The emergence of the Intelligent Internet of Things (IIoT) has brought data processing closer to data sources, especially for real-time processing of surveillance video and image analysis. Image captioning plays a crucial role in understanding images. However, the Transformer architecture, which has become prevalent in recent applications, has been observed to increase the computational resources required for image captioning models. Conventionally, most existing methods use the autoregressive paradigm, which reduces their computational efficiency on edge devices and results in significant inference delays. In this article, we use nonautoregressive paradigms to improve its inference speed and model efficiency. Nevertheless, the lack of effective inputs results in a performance gap between nonautoregressive and autoregressive models. To bridge this gap, we propose the learnable positional encoding and keyword guided nonautoregressive image captioning.

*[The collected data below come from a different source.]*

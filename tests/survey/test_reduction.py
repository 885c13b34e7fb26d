"""Tests of stakeline.survey.reduction: level line and plumb, level and rod, heights, depths, units."""

from __future__ import annotations

import pytest
from numpy.testing import assert_allclose
from stakeline.errors import SurveyError
from stakeline.survey.reduction import (
    bed_from_line,
    bed_from_rod,
    check_unit,
    convert_length,
    depths_below,
    height_of_instrument,
    heights_above_lowest,
    level_loop_misclosure,
    line_elevation,
)


def test_bed_is_line_minus_plumb_reading():
    # Common practice: readings are taken downward from the line, bed = line elevation - reading.
    assert_allclose(bed_from_line([0.25, 1.48, 0.0], 101.2), [100.95, 99.72, 101.2])


def test_line_between_stakes_is_straight_when_the_stake_heights_differ():
    # A line tied at 100.000 on the left stake and 100.030 on the right stake, 12 m apart.
    assert_allclose(
        line_elevation([0.0, 6.0, 12.0], 0.0, 100.0, 12.0, 100.03), [100, 100.015, 100.03]
    )
    assert line_elevation(3.0, 0.0, 100.0, 12.0, 100.0) == 100.0
    with pytest.raises(SurveyError, match="same station"):
        line_elevation(1.0, 5.0, 100.0, 5.0, 100.0)


def test_level_and_rod_reduction():
    # Differential levelling (common practice; any surveying text): HI = BM + BS, elev = HI - FS.
    assert height_of_instrument(100.0, 1.512) == pytest.approx(101.512)
    assert_allclose(bed_from_rod(100.0, 1.512, [0.800, 2.512, 3.049]), [100.712, 99.0, 98.463])


def test_level_loop_misclosure():
    # A loop BM -> TP1 -> BM: sum(BS) - sum(FS) is the misclosure (common practice).
    assert level_loop_misclosure([1.512, 2.004], [1.208, 2.302]) == pytest.approx(0.006)


def test_heights_and_depths():
    z = [100.9, 99.6, 99.5, 100.8]
    assert_allclose(heights_above_lowest(z), [1.4, 0.1, 0.0, 1.3])
    assert_allclose(depths_below(z, 100.0), [0.0, 0.4, 0.5, 0.0])


def test_units_one_per_survey_and_conversion_at_the_edges():
    # International foot: exactly 0.3048 m (international yard and pound agreement, 1959).
    assert convert_length(10.0, "ft", "m") == pytest.approx(3.048)
    assert_allclose(convert_length([3.048], "m", "ft"), [10.0])
    assert check_unit("ft") == "ft"
    with pytest.raises(SurveyError, match="'yd'"):
        check_unit("yd")
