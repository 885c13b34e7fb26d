"""The inverse searches return the lowest water level (issue 11 item 15), and level ranges say
"too many" in plain numbers (item 13) -- checked against the closed forms of a rectangular
channel (Chow 1959, Table 2-1 and eq. 5-7; critical depth y_c = (q²/g)^(1/3), Chow 1959 ch. 3)."""

from __future__ import annotations

import math

import numpy as np
import pytest
from stakeline.errors import SurveyError
from stakeline.survey.geometry import Section
from stakeline.survey.hydraulics import critical_stage, flow_table, stage_for_discharge
from stakeline.survey.rating import level_count, rating_stages, stage_for, stage_range

N, SLOPE, G = 0.03, 0.001, 9.80665


def channel_with_a_floodplain() -> Section:
    """A rectangular channel 2 m wide and 1 m deep (walls 10 m high) with a 100 m floodplain
    on the left that rises only 1 mm: as it floods the wetted perimeter jumps by 100 m, so
    Manning's discharge of the single channel falls sharply just above 1 m and only recovers
    far higher -- the case where the lowest level carrying a discharge lies within one step of
    a 1,025-level scan."""
    return Section([0, 0, 100, 100, 102, 102], [10.0, 1.001, 1.0, 0.0, 0.0, 10.0])


def rectangle_q(y: float, b: float = 2.0) -> float:
    """Manning's Q of a rectangle of width b at depth y (SI, k = 1): Chow (1959) eq. 5-7."""
    area, perimeter = b * y, b + 2 * y
    return area * (area / perimeter) ** (2 / 3) * math.sqrt(SLOPE) / N


def bisect(f, lo, hi):
    for _ in range(200):
        mid = 0.5 * (lo + hi)
        lo, hi = (mid, hi) if f(mid) < 0 else (lo, mid)
    return 0.5 * (lo + hi)


def test_stage_for_discharge_finds_the_root_below_the_floodplain():
    section = channel_with_a_floodplain()
    target = rectangle_q(0.99995)  # reached just below the floodplain, lost as it floods
    expected = bisect(lambda y: rectangle_q(y) - target, 0.5, 1.0)
    found = stage_for_discharge(section, target, N, SLOPE)
    assert found == pytest.approx(expected, abs=1e-9)
    # ... and it is the lowest: no level below it carries the discharge
    below = np.linspace(0.0, found, 20_001)[:-1]
    assert np.all(flow_table(section, below, N, SLOPE)["discharge"] < target)
    assert stage_for(section, target, N, SLOPE) == found  # the rating's exact inverse


def test_critical_stage_finds_the_root_below_the_floodplain():
    section = channel_with_a_floodplain()
    # Critical depth in a rectangle: y_c = (q²/g)^(1/3) with q = Q/b.
    y_c = 0.99995
    discharge = 2.0 * math.sqrt(G * y_c**3)
    assert critical_stage(section, discharge) == pytest.approx(y_c, abs=1e-9)


def test_a_discharge_beyond_every_level_says_so():
    with pytest.raises(SurveyError, match="more than the section carries at any level"):
        stage_for_discharge(Section([0, 0, 2, 2], [1, 0, 0, 1]), 1e6, N, SLOPE)


@pytest.mark.parametrize("step", [1e-300, 5e-324])
def test_too_many_levels_are_counted_in_plain_numbers(step):
    for call in (
        lambda: rating_stages(Section([0, 0, 2, 2], [1, 0, 0, 1]), step),
        lambda: stage_range(0.0, 1.0, step),
    ):
        with pytest.raises(SurveyError, match="too many levels") as info:
            call()
        assert len(str(info.value)) < 120  # not a 300-digit count


def test_level_ranges():
    assert stage_range(1.0, 2.0, 0.1).size == 11 and stage_range(1.0, 2.0, 0.1)[-1] <= 2.0
    assert level_count(0.0, 0.0, 0.5) == 1
    with pytest.raises(SurveyError, match="empty"):
        stage_range(2.0, 1.0, 0.1)
    with pytest.raises(SurveyError, match="positive"):
        stage_range(1.0, 2.0, 0.0)
    with pytest.raises(SurveyError, match="finite"):
        stage_range(float("nan"), 2.0, 0.1)
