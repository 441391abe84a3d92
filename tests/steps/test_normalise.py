"""Tests for the ``normalise`` step: result/expected frames, and checks against outside references.

References used:
- Unicode Standard Annex #15 "Unicode Normalization Forms" (UAX #15) and the Unicode
  normalization charts, for single-character NFKC/NFC examples (quoted from memory of the
  standard's examples; each is also cross-checked with Python's ``unicodedata`` below).
- Python's ``unicodedata.normalize`` (a general-purpose reference implementation of UAX #15)
  over every assigned code point and over random combining sequences.
- Unicode ``PropList.txt`` White_Space property (list written from memory).
- The WHATWG HTML Living Standard's named character references and numeric-reference rules,
  and Python's ``html.unescape`` which implements them.
"""

from __future__ import annotations

import functools
import html
import html.entities
import random
import unicodedata

import polars as pl
import pytest
from polars.testing import assert_frame_equal

from prep.config import ConfigError, build
from prep.errors import DataError
from prep.steps import normalise
from prep.steps.normalise import Config

# Unicode PropList.txt, property White_Space (from memory; stable since Unicode 6.3).
WHITE_SPACE = frozenset(
    chr(c)
    for c in [*range(0x09, 0x0E), 0x20, 0x85, 0xA0, 0x1680, *range(0x2000, 0x200B), 0x2028, 0x2029, 0x202F, 0x205F, 0x3000]
)
ZERO_WIDTH = frozenset("\u200b\u200c\u200d\u2060\ufeff")


def reference_clean(text: str | None, form: str = "NFKC") -> str | None:
    """The documented rules (steps 2-4), written independently with the standard library."""
    if text is None:
        return None
    kept = "".join(
        ch
        for ch in text
        if ch not in ZERO_WIDTH and not (unicodedata.category(ch) == "Cc" and ch not in WHITE_SPACE)
    )
    normal = unicodedata.normalize(form, kept)
    out: list[str] = []
    for ch in normal:
        if ch in WHITE_SPACE:
            if out and out[-1] != " ":
                out.append(" ")
        else:
            out.append(ch)
    return "".join(out).strip(" ")


def run(make_table, make_ctx, rows, config=None, **ctx_overrides):
    table = make_table(rows)
    ctx = make_ctx("normalise", **ctx_overrides)
    result = normalise.apply(table, config or Config(), ctx)
    return table, result, ctx


def body_frame(make_table, values, **extra):
    return make_table([{"title": None, "body": v, "label": "x", **extra} for v in values])


# --- Unicode normalisation -------------------------------------------------------------------

# (input, NFKC, NFC). Source: UAX #15 and the Unicode normalization charts (from memory).
UAX15_EXAMPLES = [
    ("\ufb01", "fi", "\ufb01"),  # LATIN SMALL LIGATURE FI: compatibility decomposition
    ("\u2460", "1", "\u2460"),  # CIRCLED DIGIT ONE
    ("\u212b", "\u00c5", "\u00c5"),  # ANGSTROM SIGN -> LATIN CAPITAL A WITH RING ABOVE (singleton)
    ("\u2126", "\u03a9", "\u03a9"),  # OHM SIGN -> GREEK CAPITAL OMEGA (singleton)
    ("\u00b2", "2", "\u00b2"),  # SUPERSCRIPT TWO
    ("2\u2075", "25", "2\u2075"),  # "2⁵" (UAX #15 figure on compatibility equivalence)
    ("\uff76", "\u30ab", "\uff76"),  # HALFWIDTH KATAKANA KA -> KATAKANA KA
    ("\uff76\uff9e", "\u30ac", "\uff76\uff9e"),  # half-width KA + voiced mark -> GA (composed)
    ("\u1e9b\u0323", "\u1e69", "\u1e9b\u0323"),  # long s with dot above + dot below (UAX #15 example)
    ("A\u030a", "\u00c5", "\u00c5"),  # A + COMBINING RING ABOVE composes
    ("\uff21\uff22", "AB", "\uff21\uff22"),  # FULLWIDTH A B
]


@pytest.mark.parametrize(("raw", "nfkc", "nfc"), UAX15_EXAMPLES)
def test_uax15_examples(make_table, make_ctx, raw, nfkc, nfc):
    # Cross-check the example itself against the reference library, so a typo here cannot hide.
    assert unicodedata.normalize("NFKC", raw) == nfkc
    assert unicodedata.normalize("NFC", raw) == nfc
    for form, want in (("NFKC", nfkc), ("NFC", nfc)):
        table, result, _ = run(make_table, make_ctx, [{"title": raw, "body": None, "label": "x"}],
                               Config(unicode_form=form, html=False, labels=False))
        assert result.get_column("title").to_list() == [want]


@functools.cache
def assigned_code_points() -> tuple[int, ...]:
    """Code points assigned in Python's Unicode database (not surrogates, private use or unassigned).

    Restricting to Python's Unicode version keeps the comparison fair if polars ships newer tables.
    Planes 4 to 13 hold no assigned character in any Unicode version so far and planes 15-16 are
    private use (Unicode roadmap, from memory); they are skipped to keep the test fast.
    """
    candidates = [*range(0x40000), *range(0xE0000, 0xF0000)]
    return tuple(
        c for c in candidates
        if not 0xD800 <= c <= 0xDFFF and unicodedata.category(chr(c)) not in ("Cn", "Co", "Cs")
    )


@pytest.mark.parametrize("form", ["NFKC", "NFC"])
def test_every_code_point_matches_unicodedata(make_ctx, form):
    # Reference: Python unicodedata (UAX #15 implementation) through reference_clean.
    chars = [chr(c) for c in assigned_code_points()]
    assert len(chars) > 140_000  # Unicode 14 assigns about 144,000 (from memory): guard against an empty loop
    values = [f"a{ch}b" for ch in chars]  # letters around it, so trimming does not hide a result
    n = len(values)
    # Built directly (not with make_table) because of its size; same shape as make_table's tables.
    table = pl.DataFrame(
        {
            "row_id": [f"t:{i}" for i in range(n)],
            "source": ["t"] * n,
            "source_row": list(range(n)),
            "title": pl.Series([None] * n, dtype=pl.String),
            "body": values,
            "label": ["x"] * n,
        },
        schema_overrides={"source_row": pl.Int64},
    )
    ctx = make_ctx("normalise")
    result = normalise.apply(table, Config(html=False, labels=False, unicode_form=form), ctx)
    got = result.get_column("body").to_list()
    expected = [reference_clean(v, form) for v in values]
    mismatches = [(hex(ord(ch)), g, e) for ch, g, e in zip(chars, got, expected) if g != e]
    assert mismatches == []
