@dataclass(frozen=True)
class SplitSpec:
    """Fractions of the three splits (summing to 1), the seed, and what to stratify and group by."""

    train: float
    validation: float
    test: float
    seed: int
    stratify: str | None = None
    group: str | None = None
    # Stable splits: the previous version's output folder (relative to the pipeline file). Rows
    # found in its splits keep their split; only new rows are allocated (prep.split, history).
    history: str | None = None

    def check(self) -> None:
        for key in ("train", "validation", "test"):
            value = getattr(self, key)
            if not 0.0 <= value <= 1.0:
                raise ConfigValueError(key, f"must be a fraction between 0 and 1, got {value}")
        total = self.train + self.validation + self.test
        if abs(total - 1.0) > 1e-9:
            raise ConfigValueError("", f"train + validation + test must sum to 1, got {total:g}")
        if self.train <= 0:
            raise ConfigValueError("train", "must be greater than 0")
        if self.seed < 0:
            raise ConfigValueError("seed", "must be >= 0")

    @property
    def fractions(self) -> dict[str, float]:
        return {"train": self.train, "validation": self.validation, "test": self.test}


@dataclass(frozen=True)
class About:
    """What only a person knows; shown in the card, "not provided" when absent."""

    purpose: str | None = None
    intended_use: str | None = None
    license: str | None = None
    maintainer: str | None = None
    contact: str | None = None


# Rows per partition of the Dask engine (prep.dask_engine); a rule of thumb: large enough that
# scheduling costs little, small enough for a worker's memory (common practice, no source).
DEFAULT_PARTITION_ROWS = 100_000


@dataclass(frozen=True)
class EngineSpec:
    """``engine``: ``local`` (one process, the default) or ``dask``, as a name or a mapping.

    ``scheduler``: address of a running Dask scheduler (``tcp://host:8786``); without it the Dask
    engine starts a local cluster of ``workers`` processes (default: the usable cores).
    ``partition_rows``: rows per partition. ``prep run --engine/--scheduler`` override these.
    """

    name: Literal["local", "dask"] = "local"
    scheduler: str | None = None
    workers: int | None = None
    partition_rows: int = DEFAULT_PARTITION_ROWS

    def check(self) -> None:
        if self.scheduler is not None and not self.scheduler.strip():
            raise ConfigValueError("scheduler", "must be a scheduler address such as tcp://host:8786 (or be left out)")
        if self.scheduler:
            try:
                from prep.dask_engine import address_problem

                why = address_problem(self.scheduler)
            except ImportError:  # Dask not installed: the run says which extra to install
                why = None
            if why:
                raise ConfigValueError("scheduler", f"`{self.scheduler}` is not a Dask scheduler address ({why}); "
                                                    "give it as `dask scheduler` prints it, e.g. tcp://host:8786")
        if self.workers is not None and self.workers < 1:
            raise ConfigValueError("workers", "must be 1 or more")
        if self.partition_rows < 1:
            raise ConfigValueError("partition_rows", "must be 1 or more")


@dataclass(frozen=True)
class _PipelineSpec:
    dataset: str
    sources: list[_SourceSpec]
    label: str
    text: list[str]
    split: SplitSpec
    output: str
    steps: Any = None  # validated separately, step by step, so errors keep their lines
    description: str | None = None
    about: About | None = None
    on_unreadable: Literal["set_aside", "stop"] = "set_aside"
    engine: Literal["local", "dask"] | EngineSpec | None = None


# ---------------------------------------------------------------------------
# The resolved pipeline handed to the runner


@dataclass(frozen=True)
class Source:
    name: str
    path: Path | str        # resolved; or an fsspec URL as written (a str, may hold credentials: never shown)
    path_text: str          # as written in the pipeline file (used in messages); a URL via urls.shown_url
    format: str
    compression: str | None
    encoding: str
    encoding_fallback: str | None
    delimiter: str | None
    columns: dict[str, str]


@dataclass(frozen=True)
class StepSpec:
    name: str
    config: Any             # the step module's Config instance
    key: str                # key path in the pipeline file, e.g. "steps[2].exact_duplicates"
    line: int | None


@dataclass(frozen=True)
class Pipeline:
    path: Path              # the pipeline file, as given (may be relative)
    dataset: str
    description: str | None
    about: About
    sources: tuple[Source, ...]
    label: str
    text: tuple[str, ...]
    steps: tuple[StepSpec, ...]
    split: SplitSpec
    output: Path | str      # resolved relative to the pipeline file's folder; or an fsspec URL (a str)
    on_unreadable: str
    sha256: str
    canonical_columns: tuple[str, ...] = field(default=())
    engine: EngineSpec = field(default_factory=EngineSpec)

    @property
    def folder(self) -> Path:
        return self.path.parent

    def plain(self) -> dict[str, Any]:
        """The pipeline as plain data (for the card and manifest), with paths as written."""
        return {
            "dataset": self.dataset,
            "label": self.label,
            "text": list(self.text),
            "steps": [{s.name: to_plain(s.config)} for s in self.steps],
            "split": to_plain(self.split),
        }


def _format_of(path_text: str) -> tuple[str | None, str | None]:
    """(format, compression) from a file name's extension, or (None, None) if unknown."""
    p = Path(path_text.lower())
    compression = None
    if p.suffix == ".gz":
        compression = "gzip"
        p = p.with_suffix("")
    return _EXTENSIONS.get(p.suffix), compression


def _load_yaml(path: Path) -> Any:
    shown = str(path)
    try:
        raw = path.read_bytes()
    except FileNotFoundError:
        raise PipelineError("pipeline file not found.", file=shown) from None
    except IsADirectoryError:
        raise PipelineError("is a directory, not a pipeline file.", file=shown) from None
    except OSError as exc:
        raise PipelineError(f"cannot read the pipeline file ({exc.strerror}).", file=shown) from exc
    try:
        text = raw.decode("utf-8-sig")
    except UnicodeDecodeError as exc:
        line = raw[: exc.start].count(b"\n") + 1
        raise PipelineError("the pipeline file is not valid UTF-8.", file=shown, line=line) from exc
    yaml = YAML(typ="rt", pure=True)
    try:
        data = yaml.load(text)
    except MarkedYAMLError as exc:
        mark = exc.problem_mark or exc.context_mark
        line = mark.line + 1 if mark is not None else None
        problem = (exc.problem or exc.context or "invalid YAML").strip()
        raise PipelineError(f"invalid YAML: {problem}.", file=shown, line=line) from exc
    except YAMLError as exc:
        raise PipelineError(f"invalid YAML: {exc}.", file=shown) from exc
    if data is None:
        raise PipelineError("the pipeline file is empty.", file=shown)
    if not isinstance(data, dict):
        raise PipelineError("the pipeline file must be a mapping of keys such as `dataset`, `sources`, `steps`.", file=shown, line=1)
    return data, hashlib.sha256(raw).hexdigest()


def path_problem(path: Path) -> str | None:
    """Why ``path`` cannot be reached although it may exist (a symbolic-link loop, a dangling link, no
    permission), as words for a message; None when it exists or is simply missing."""
    try:
        os.stat(path)
    except OSError as exc:
        if exc.errno == errno.ELOOP:
            return "is (or passes through) a symbolic-link loop"
        if path.is_symlink():
            return "is a symbolic link to something that does not exist"
        if exc.errno in (errno.ENOENT, errno.ENOTDIR):
            return None
        return f"cannot be reached ({exc.strerror})"
    return None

First, a diffusion model guided by image features is employed to generate keywords that accurately reflect the image content, thereby infusing a substantial amount of semantic information into the nonautoregressive decoder. Second, positional encoding is utilized to guide the decoder in generating appropriate words at the correct positions within the caption. Extensive experiments on widely used benchmarks demonstrate that our model achieves state-of-the-art performance in nonautoregressive image captioning. Furthermore, our model maintains a competitive inference speed.

查看原文本刊更多论文

基于导向关键字生成和可学习位置编码的物联网设备变压器非自回归图像字幕

智能物联网（IIoT）的出现使数据处理更接近数据源，特别是对监控视频和图像分析的实时处理。图像字幕在理解图像方面起着至关重要的作用。然而，在最近的应用程序中变得很流行的Transformer体系结构，已经被观察到增加了图像字幕模型所需的计算资源。传统上，大多数现有方法使用自回归范式，这降低了它们在边缘设备上的计算效率，并导致显著的推理延迟。在本文中，我们使用非自回归范式来提高其推理速度和模型效率。然而，缺乏有效的输入导致非自回归和自回归模型之间的性能差距。为了弥补这一差距，我们提出了可学习的位置编码和关键字引导的非自回归图像字幕。首先，利用图像特征引导的扩散模型生成准确反映图像内容的关键词，从而为非自回归解码器注入大量的语义信息。其次，使用位置编码来引导解码器在标题内的正确位置生成适当的单词。在广泛使用的基准测试上进行的大量实验表明，我们的模型在非自回归图像字幕中达到了最先进的性能。此外，我们的模型保持了具有竞争力的推理速度。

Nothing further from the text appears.